* Description of the task
When the string "cells" is part of a line below, that line should be copied.

- - - - - - -

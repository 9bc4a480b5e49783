"""The example notebook runs headlessly (nbclient, a real Jupyter kernel) and computes what it says.

References: for the plant ẋ = [[0, 1], [0, −a]]x + [0, b]u with K = [k1, k2], the closed-loop
characteristic polynomial is s² + (a + b·k2)s + b·k1 (direct expansion of det(sI − A + BK), handbook
formula); poles −8 ± 6j give s² + 16s + 100, so k1 = 100/b and k2 = (16 − a)/b. With k1 fixed, the
loop is stable iff a + b·k2 > 0 (Routh–Hurwitz, second order), i.e. k2 > −a/b.
"""

from __future__ import annotations

import ast
from pathlib import Path

import nbformat
import pytest
from nbclient import NotebookClient

NOTEBOOK = Path(__file__).resolve().parent.parent / "examples" / "script_to_firmware.ipynb"


def test_the_notebook_is_kept_with_its_outputs_stripped():
    notebook = nbformat.read(NOTEBOOK, as_version=4)
    nbformat.validate(notebook)
    for cell in notebook.cells:
        if cell.cell_type == "code":
            assert cell.outputs == [] and cell.execution_count is None


@pytest.fixture(scope="module")
def executed():
    notebook = nbformat.read(NOTEBOOK, as_version=4)
    NotebookClient(notebook, timeout=300, kernel_name="python3", resources={"metadata": {"path": str(NOTEBOOK.parent)}}).execute()
    return [cell for cell in notebook.cells if cell.cell_type == "code"]


def _result(cell):
    (output,) = [o for o in cell.outputs if o.output_type == "execute_result"]
    return output.data


def test_the_notebook_assigns_the_gain_the_handbook_formula_gives(executed):
    a, b = 0.05 / 0.02, 1 / 0.02
    assert ast.literal_eval(_result(executed[0])["text/plain"]) == (2, 1)
    assignment = _result(executed[1])
    assert "<table>" in assignment["text/html"]  # shown as a compact table in a notebook
    text = assignment["text/plain"]
    assert f"{100 / b:.6g}" in text and f"{(16 - a) / b:.6g}" in text
    assert "stable" in _result(executed[2])["text/plain"]


def test_the_notebook_reports_the_routh_hurwitz_interval_and_a_prefixed_header(executed):
    a, b = 0.05 / 0.02, 1 / 0.02
    ((low, high),) = ast.literal_eval(_result(executed[3])["text/plain"].replace("inf", "1e999"))
    assert low == pytest.approx(-a / b, rel=1e-9) and high == float("inf")
    assert _result(executed[4])["text/plain"] == "True"
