@settings(max_examples=40, deadline=None)
@given(seed=st.integers(0, 2**32 - 1), n=st.integers(1, 6))
def test_match_poles_total_error_equals_the_exhaustive_minimum(seed, n):
    rng = np.random.default_rng(seed)
    requested = rng.standard_normal(n) + 1j * rng.standard_normal(n)
    achieved = requested[rng.permutation(n)] + 0.3 * (rng.standard_normal(n) + 1j * rng.standard_normal(n))
    wanted, _, errors = match_poles(requested, achieved)
    # reference: exhaustive search over all n! pairings (definition of the assignment problem)
    best = min(np.abs(wanted - achieved[list(p)]).sum() for p in itertools.permutations(range(n)))
    assert errors.sum() == pytest.approx(best, rel=1e-12, abs=1e-12)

- - - - - - -

* Response to the task
    for cell in notebook.cells:
    return [cell for cell in notebook.cells if cell.cell_type == "code"]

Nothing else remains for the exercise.